In a microservices-based online order processing system using a saga choreography approach with synchronous API calls, a customer places an order involving multiple microservices: Order Service, Inventory Service, and Payment Service. After successful order placement, the Inventory Service decrements stock, and the Payment Service processes the payment. If a failure occurs during the compensation transaction to refund the payment amount after multiple retries, how can the system automatically roll back the inventory update without manual intervention or introducing a single point of failure, given that no queue mechanism is used, and all communication is synchronous?
We are working on a microservices-based system for processing online orders. Our system has three main services: Order Service, Inventory Service, and Payment Service. When a customer places an order, these services work together to handle the process—reserving items, updating stock, and processing payments.
The challenge we’re facing is how to handle failures and rollbacks. For example, if the payment process fails after the inventory has been updated, we need to undo the stock update to maintain consistency. We’re trying to solve this problem using a saga choreography approach, where each service communicates with the others through synchronous API calls.

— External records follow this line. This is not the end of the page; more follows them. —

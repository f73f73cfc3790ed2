using ChainSolve.Numerics.Estimates;
using ChainSolve.Numerics.Iteration;
using ChainSolve.Numerics.Kernels;
using ChainSolve.Numerics.Operators;
using ChainSolve.Numerics.Tests.Checks;
using ChainSolve.Numerics.Tests.Support;
using ChainSolve.Numerics.Transient;
using ChainSolve.Tests.Shared.Reference;

namespace ChainSolve.Numerics.Tests.Transient;

public class TransientSolverTests
{
    public static TheoryData<string> Methods => [.. SolverCatalog.Transient.Select(s => s.Name)];

    [Theory]
    [MemberData(nameof(Methods))]
    public void Solve_OneState_StaysAndEarns(string method)
    {
        var problem = new TransientProblem { Generator = Chains.Of(1), Start = [1], Times = [0, 3], Rates = [[2]], Totals = [[2]], WantsDistributions = true };
        var result = Find(method).Solve(problem, SolveContext.Default);

        Assert.Equal([2, 2], result.Rates.Select(r => r[0].Value));
        Assert.Equal(Estimate.Zero, result.Totals[0][0]);
        Assert.Equal(6, result.Totals[1][0].Value);
        Assert.Equal([1], result.Distributions![1]);
    }

    [Theory]
    [MemberData(nameof(Methods))]
    public void Solve_NothingAlive_IsZeroForGood(string method)
    {
        var problem = new TransientProblem
        {
            Generator = Chains.Of(2, (0, 1, 1)),
            Start = [0.5, 0.5],
            Alive = [false, false],
            Times = [0, 1],
            Rates = [[1, 1]],
            Totals = [[1, 1]],
            WantsDistributions = true,
        };
        var result = Find(method).Solve(problem, SolveContext.Default);

        Assert.All(result.Rates.Concat(result.Totals), r => Assert.Equal([Estimate.Zero], r));
        Assert.All(result.Distributions!.Concat(result.DistributionBounds!), d => Assert.Equal([0, 0], d));
    }

    [Theory]
    [MemberData(nameof(Methods))]
    public void Solve_AStartThatIsAbsorbing_StaysThere(string method)
    {
        var problem = new TransientProblem
        {
            Generator = Chains.Of(3, (0, 1, 1), (1, 2, 1)),
            Start = [0, 0, 1],
            Times = [5],
            Rates = [[1, 0, 0], [0, 0, 1]],
            WantsDistributions = true,
        };
        var result = Find(method).Solve(problem, SolveContext.Default);

        Assert.Equal(Estimate.Zero, result.Rates[0][0]);
        Assert.Equal(1, result.Rates[0][1].Value);
        Assert.Equal([0, 0, 1], result.Distributions![0]);
        Assert.Equal([0, 0], result.DistributionBounds![0][..2]);
    }

    [Theory]
    [MemberData(nameof(Methods))]
    public void Solve_AStateBehindARateOfZero_IsZero(string method)
    {
        var chain = Chains.Of(3, (0, 1, 1), (1, 2, 1)).WithRates([1, 0]);
        var problem = new TransientProblem { Generator = chain, Start = [1, 0, 0], Times = [1], Rates = [[0, 0, 1]], Totals = [[0, 0, 1]] };
        var result = Find(method).Solve(problem, SolveContext.Default);

        Assert.Equal((Estimate.Zero, Estimate.Zero), (result.Rates[0][0], result.Totals[0][0]));
    }

    [Theory]
    [MemberData(nameof(Methods))]
    public void Solve_TimesUnsortedAndRepeated_AnswersInTheirOrder(string method)
    {
        var problem = new TransientProblem { Generator = Chains.Of(2, (0, 1, 1), (1, 0, 2)), Start = [1, 0], Times = [3, 0.5, 0, 3, 0.25], Totals = [[0, 1]] };
        var result = Find(method).Solve(problem, SolveContext.Default);
        double[] values = [.. result.Totals.Select(t => t[0].Value)];

        Assert.Equal(values[0], values[3]);
        Assert.Equal(0, values[2]);
        Assert.True(values[4] < values[1] && values[1] < values[0]);
    }

    [Theory]
    [MemberData(nameof(Methods))]
    public void Solve_StatesThatDoNotCount_LoseWhatEntersThem(string method)
    {
        // One unit that fails at 2 and is repaired, watched until the first failure: survival is e^-2t.
        var problem = new TransientProblem
        {
            Generator = Chains.Of(2, (0, 1, 2), (1, 0, 1e6)),
            Start = [0.75, 0.25],
            Alive = [true, false],
            Times = [0.1, 40],
            Rates = [[1, 1]],
            Totals = [[1, 0]],
        };
        var result = Find(method).Solve(problem, SolveContext.Default);

        Assert.InRange(Chains.Distance(result.Rates[0][0].Value, 0.75 * ClosedForms.Decay(2 * (BigFloat)0.1)), 0, 1.1e-15);
        Assert.InRange(Chains.Distance(result.Rates[1][0].Value, 0.75 * ClosedForms.Decay(80)), 0, 1.1e-15);
        Assert.InRange(Chains.Distance(result.Totals[1][0].Value, 0.75 * ClosedForms.Rise(80) / 2), 0, 1.1e-15);
    }

    [Theory]
    [MemberData(nameof(Methods))]
    public void Solve_WrongArguments_NamesThem(string method)
    {
        var good = new TransientProblem { Generator = Chains.Of(2, (0, 1, 1)), Start = [1, 0], Times = [1] };
        var solver = Find(method);
        void Refuses(TransientProblem problem, string name) =>
            Assert.Equal(name, Assert.Throws<ArgumentException>(() => solver.Solve(problem, SolveContext.Default)).ParamName);

        Refuses(good with { Start = [1] }, "Start");
        Refuses(good with { Times = [-1] }, "Times");
        Refuses(good with { Times = [double.PositiveInfinity] }, "Times");
        Refuses(good with { Alive = [true] }, "Alive");
        Refuses(good with { Rates = [[1, -1]] }, "Rates");
        Refuses(good with { Totals = [[1, double.NaN]] }, "Totals");
        Assert.Contains("another unit", Assert.Throws<NotConvergedException>(
            () => solver.Solve(good with { Totals = [[1e300, 0]] }, SolveContext.Default)).Message, StringComparison.Ordinal);
        Assert.Contains("another unit", Assert.Throws<NotConvergedException>(
            () => solver.Solve(good with { Generator = Chains.Of(2, (0, 1, 1e-290)) }, SolveContext.Default)).Message, StringComparison.Ordinal);
    }

    [Theory]
    [MemberData(nameof(Methods))]
    public void Solve_Cancelled_Throws(string method) => Assert.Throws<OperationCanceledException>(() => Find(method).Solve(
        new TransientProblem { Generator = Chains.Of(2, (0, 1, 1), (1, 0, 1)), Start = [1, 0], Times = [1] },
        new SolveContext { Cancellation = new CancellationToken(true) }));

    [Theory]
    [MemberData(nameof(Methods))]
    public void Solve_WithProgress_Reports(string method)
    {
        var reports = new Reports();
        var problem = new TransientProblem { Generator = Chains.Of(2, (0, 1, 1), (1, 0, 1)), Start = [1, 0], Times = [10] };
        Find(method).Solve(problem, new SolveContext { Progress = reports });

        Assert.All(reports.All, r => Assert.Equal(method, r.Stage));
        Assert.NotEmpty(reports.All);
    }

    [Fact]
    public void Solve_HardChains_AgreesWithTheReference()
    {
        // A slow leak that looks like a steady state; a unit of 1e-12 and 1; three units of which one must hold.
        (int, int, double)[] leak = [(0, 1, 1), (1, 0, 1), (0, 2, 1e-10)];
        (int, int, double)[] unit = [(0, 1, 1e-12), (1, 0, 1)];
        (int, int, double)[] three = [(0, 1, 3e-6), (1, 2, 2e-6), (2, 3, 1e-6), (1, 0, 1), (2, 1, 1)];
        foreach (var (moves, time) in new[] { (leak, 1e10), (unit, 1e13), (three, 0.01), (three, 1e16), (three, 1e18) })
        {
            var count = 1 + moves.Max(m => Math.Max(m.Item1, m.Item2));
            var start = Chains.StartAt(count, 0);
            var problem = new TransientProblem { Generator = Chains.Of(count, moves), Start = start, Times = [time], WantsDistributions = true };
            var truth = new ReferenceChain(count, moves).Distribution(start, time);
            var choice = TransientSolvers.Select(problem);
            Assert.Equal("squaring", choice.Solver.Name);
            var result = choice.Solver.Solve(problem, SolveContext.Default);
            for (var i = 0; i < count; i++)
            {
                Assert.InRange(Chains.Distance(result.Distributions![0][i], truth[i]), 0, 1.2e-16);
            }
        }
    }

    [Fact]
    public void Solve_InOneDouble_StaysWithinItsBoundAndKeepsTheMass()
    {
        var chain = Chains.Lattice([4, 3], (a, l) => 0.3 + (0.1 * a) + (0.01 * l), (a, l) => 1 + (0.2 * a * l));
        var start = Chains.StartAt(12, 0);
        foreach (var alive in new[] { null, Enumerable.Range(0, 12).Select(i => i != 11).ToArray() })
        {
            var problem = new TransientProblem
            {
                Generator = chain,
                Start = start,
                Alive = alive,
                Times = [3, 400, 20_000],
                Rates = [start],
                Totals = [start],
                WantsDistributions = true,
            };
            var reached = ReachedChain.Reach(chain, start, alive);
            var plain = new UniformizationPass(problem, reached, isWide: false, new RowKernel(chain.Columns), SolveContext.Default).Run();
            var exact = new SquaringSolver().Solve(problem, SolveContext.Default);
            for (var t = 0; t < 3; t++)
            {
                Assert.Contains("one double", plain.How, StringComparison.Ordinal);
                Assert.InRange(Math.Abs(plain.Rates[t][0].Value - exact.Rates[t][0].Value), 0, plain.Rates[t][0].Bound);
                Assert.InRange(Math.Abs(plain.Totals[t][0].Value - exact.Totals[t][0].Value), 0, plain.Totals[t][0].Bound);
                for (var i = 0; i < 12; i++)
                {
                    Assert.InRange(Math.Abs(plain.Distributions![t][i] - exact.Distributions![t][i]), 0, plain.DistributionBounds![t][i] + exact.DistributionBounds![t][i]);
                    Assert.InRange(plain.DistributionBounds![t][i], 0, exact.Distributions[t][i] * problem.Times[t] * 1e-13);
                }

                if (alive is null)
                {
                    Assert.Equal(1, plain.Distributions![t].Sum(), 1e-14);
                }
            }
        }
    }

    [Fact]
    public void Solve_ALargeChainWithTimeZero_IsAtItsStart()
    {
        var chain = Chains.Lattice([80, 80], (_, _) => 1, (_, _) => 2);
        var start = Chains.StartAt(chain.StateCount, 5);
        var problem = new TransientProblem { Generator = chain, Start = start, Times = [0, 0.1], Rates = [start], Totals = [start], WantsDistributions = true };
        var choice = TransientSolvers.Select(problem);
        var result = choice.Solver.Solve(problem, SolveContext.Default);

        Assert.Equal("uniformization", choice.Solver.Name);
        Assert.Equal(start, result.Distributions![0]);
        Assert.Equal((1, Estimate.Zero), (result.Rates[0][0].Value, result.Totals[0][0]));
        Assert.InRange(result.Rates[1][0].Value, Math.Exp(-0.1 * chain.ExitRate(5)), 1);
        Assert.Contains("up to 3000", Assert.Throws<NotConvergedException>(
            () => new SquaringSolver().Solve(problem, SolveContext.Default)).Message, StringComparison.Ordinal);
    }

    [Fact]
    public void Solve_OnTwoThreadsAndWithVectors_HasTheSameDigits()
    {
        var chain = Chains.Lattice([400, 300], (a, l) => 0.3 + (0.1 * a) + (0.01 * l), (a, l) => 1 + (0.2 * a * l));
        var start = Chains.StartAt(chain.StateCount, 777);
        double[] reward = [.. Enumerable.Range(0, chain.StateCount).Select(i => (double)(i % 7))];
        foreach (var wide in new[] { false, true })
        {
            var problem = new TransientProblem { Generator = chain, Start = start, Times = [0.02], Rates = [reward, start], Totals = [reward] };
            var reached = ReachedChain.Reach(chain, start, null);
            var one = new UniformizationPass(problem, reached, wide, new RowKernel(chain.Columns), SolveContext.Default).Run();
            var two = new UniformizationPass(
                problem, reached, wide, StepKernels.For(chain.Columns, reached, 1000, CancellationToken.None), new SolveContext { Threads = 2 }).Run();

            Assert.Equal(one.Rates[0], two.Rates[0]);
            Assert.Equal(one.Totals[0], two.Totals[0]);
        }
    }

    [Fact]
    public void SquaringRun_AskedAgain_GivesWhatASingleAnswerGives()
    {
        var problem = new TransientProblem { Generator = Chains.Of(3, (0, 1, 1), (1, 0, 0.3), (1, 2, 1e-5)), Start = [1, 0, 0], Times = [], Rates = [[0, 0, 1]], Totals = [[0, 1, 0]] };
        var run = new SquaringRun(problem, keepsAll: true);
        foreach (var time in new[] { 1e6, 3.7, 0.01, 0, 5e8 })
        {
            var alone = new SquaringSolver().Solve(problem with { Times = [time] }, SolveContext.Default);
            var again = run.At([time], SolveContext.Default);
            Assert.Equal(alone.Rates[0], again.Rates[0]);
            Assert.Equal(alone.Totals[0], again.Totals[0]);
        }
    }

    [Fact]
    public void Select_BySizeAndTime_GivesItsReason()
    {
        TransientProblem Problem(Generator chain, double time) => new() { Generator = chain, Start = Chains.StartAt(chain.StateCount, 0), Times = [time], Rates = [new double[chain.StateCount]] };
        var grid = Chains.Lattice([30, 30], (_, _) => 1, (_, _) => 1);

        Assert.Equal("squaring", TransientSolvers.Select(Problem(Chains.Of(2, (0, 1, 1), (1, 0, 1)), 1e20)).Solver.Name);
        Assert.Equal("uniformization", TransientSolvers.Select(Problem(grid, 3)).Solver.Name);
        Assert.Contains("least work", TransientSolvers.Select(Problem(grid, 3)).Why, StringComparison.Ordinal);
        Assert.Equal("asked for by name", TransientSolvers.Select(Problem(grid, 3), "squaring").Why);
        Assert.Contains("squaring, uniformization, krylov", Assert.Throws<ArgumentException>(
            () => TransientSolvers.Select(Problem(grid, 3), "guessing")).Message, StringComparison.Ordinal);
        Assert.Equal("uniformization", TransientSolvers.Select(Problem(Chains.Lattice([100, 100], (_, _) => 1, (_, _) => 1), 1e12)).Solver.Name);
    }

    /// <summary>The order in which methods are tried, by size and by the number of events of the fastest state.</summary>
    [Theory]
    [InlineData(10, 1e2, "squaring uniformization krylov")]
    [InlineData(10, 1e16, "squaring uniformization krylov")]
    [InlineData(300, 10, "uniformization squaring krylov")]
    [InlineData(300, 1e4, "uniformization squaring krylov")]
    [InlineData(300, 1e9, "uniformization squaring krylov")]
    [InlineData(2500, 1e9, "uniformization krylov squaring")]
    [InlineData(40_000, 1e2, "uniformization krylov")]
    [InlineData(40_000, 1e7, "uniformization krylov")]
    public void Rank_BySizeAndEvents_TriesProofsFirst(int states, double events, string order)
    {
        var chain = Chains.Lattice([states / 10, 10], (_, _) => 1, (_, _) => 1);
        var problem = new TransientProblem { Generator = chain, Start = Chains.StartAt(chain.StateCount, 0), Times = [events / chain.MaxExitRate], Rates = [new double[chain.StateCount]] };
        Assert.Equal(order, string.Join(' ', TransientSolvers.Rank(problem, null, null).Select(c => c.Solver.Name)));
    }

    [Fact]
    public void Select_WithAMethodOfTheCaller_TakesTheCheapest()
    {
        var own = new Own();
        var problem = new TransientProblem { Generator = Chains.Of(2, (0, 1, 1)), Start = [1, 0], Times = [1] };
        var choice = TransientSolvers.Select(problem, null, [.. TransientSolvers.All, own]);

        Assert.Same(own, choice.Solver);
        Assert.Same(own, TransientSolvers.Select(problem, "own", [own]).Solver);
    }

    private static ITransientSolver Find(string name) => TransientSolvers.All.Single(s => s.Name == name);

    private sealed class Reports : IProgress<SolveProgress>
    {
        public List<SolveProgress> All { get; } = [];

        public void Report(SolveProgress value) => All.Add(value);
    }

    private sealed class Own : ITransientSolver
    {
        public string Name => "own";

        public double Cost(TransientProblem problem) => 1;

        public TransientResult Solve(TransientProblem problem, SolveContext context) => throw new NotConvergedException("not meant to be run");
    }
}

The main difficulty is ensuring that if a compensating action, like refunding a payment, fails, we can still roll back other actions (like updating inventory) without manual intervention. We can’t use message queues or other asynchronous mechanisms, which makes it harder to coordinate these compensations and prevent inconsistencies. We’re looking for a solution that can handle these situations automatically and reliably, without creating a single point of failure.
We tried implementing the saga choreography pattern with synchronous API calls between our microservices (Order Service, Inventory Service, and Payment Service). The idea was that each service would call the next one in line and handle compensations if something went wrong.
Here’s what we did:
Order Placement: The Order Service created an order and called the Inventory Service to update the stock.
Stock Update: The Inventory Service decremented the stock and then called the Payment Service to process the payment.
Payment Processing: The Payment Service processed the payment and confirmed the transaction.
We expected that if any step failed, the services would call each other to perform compensating actions. For example, if the payment failed, the Inventory Service would be called to revert the stock update.
What We Expected:
Automatic Compensation: We expected the system to automatically roll back previous actions if something went wrong, ensuring data consistency across all services.
Reliability: We aimed for a reliable process without manual intervention, even in cases of failure, and without introducing a single point of failure.
However, we encountered issues with handling compensation transactions, especially when they failed after multiple retries. This made it challenging to maintain consistency without manual intervention, and we needed a way to ensure that compensations (like rolling back inventory updates) could be reliably performed.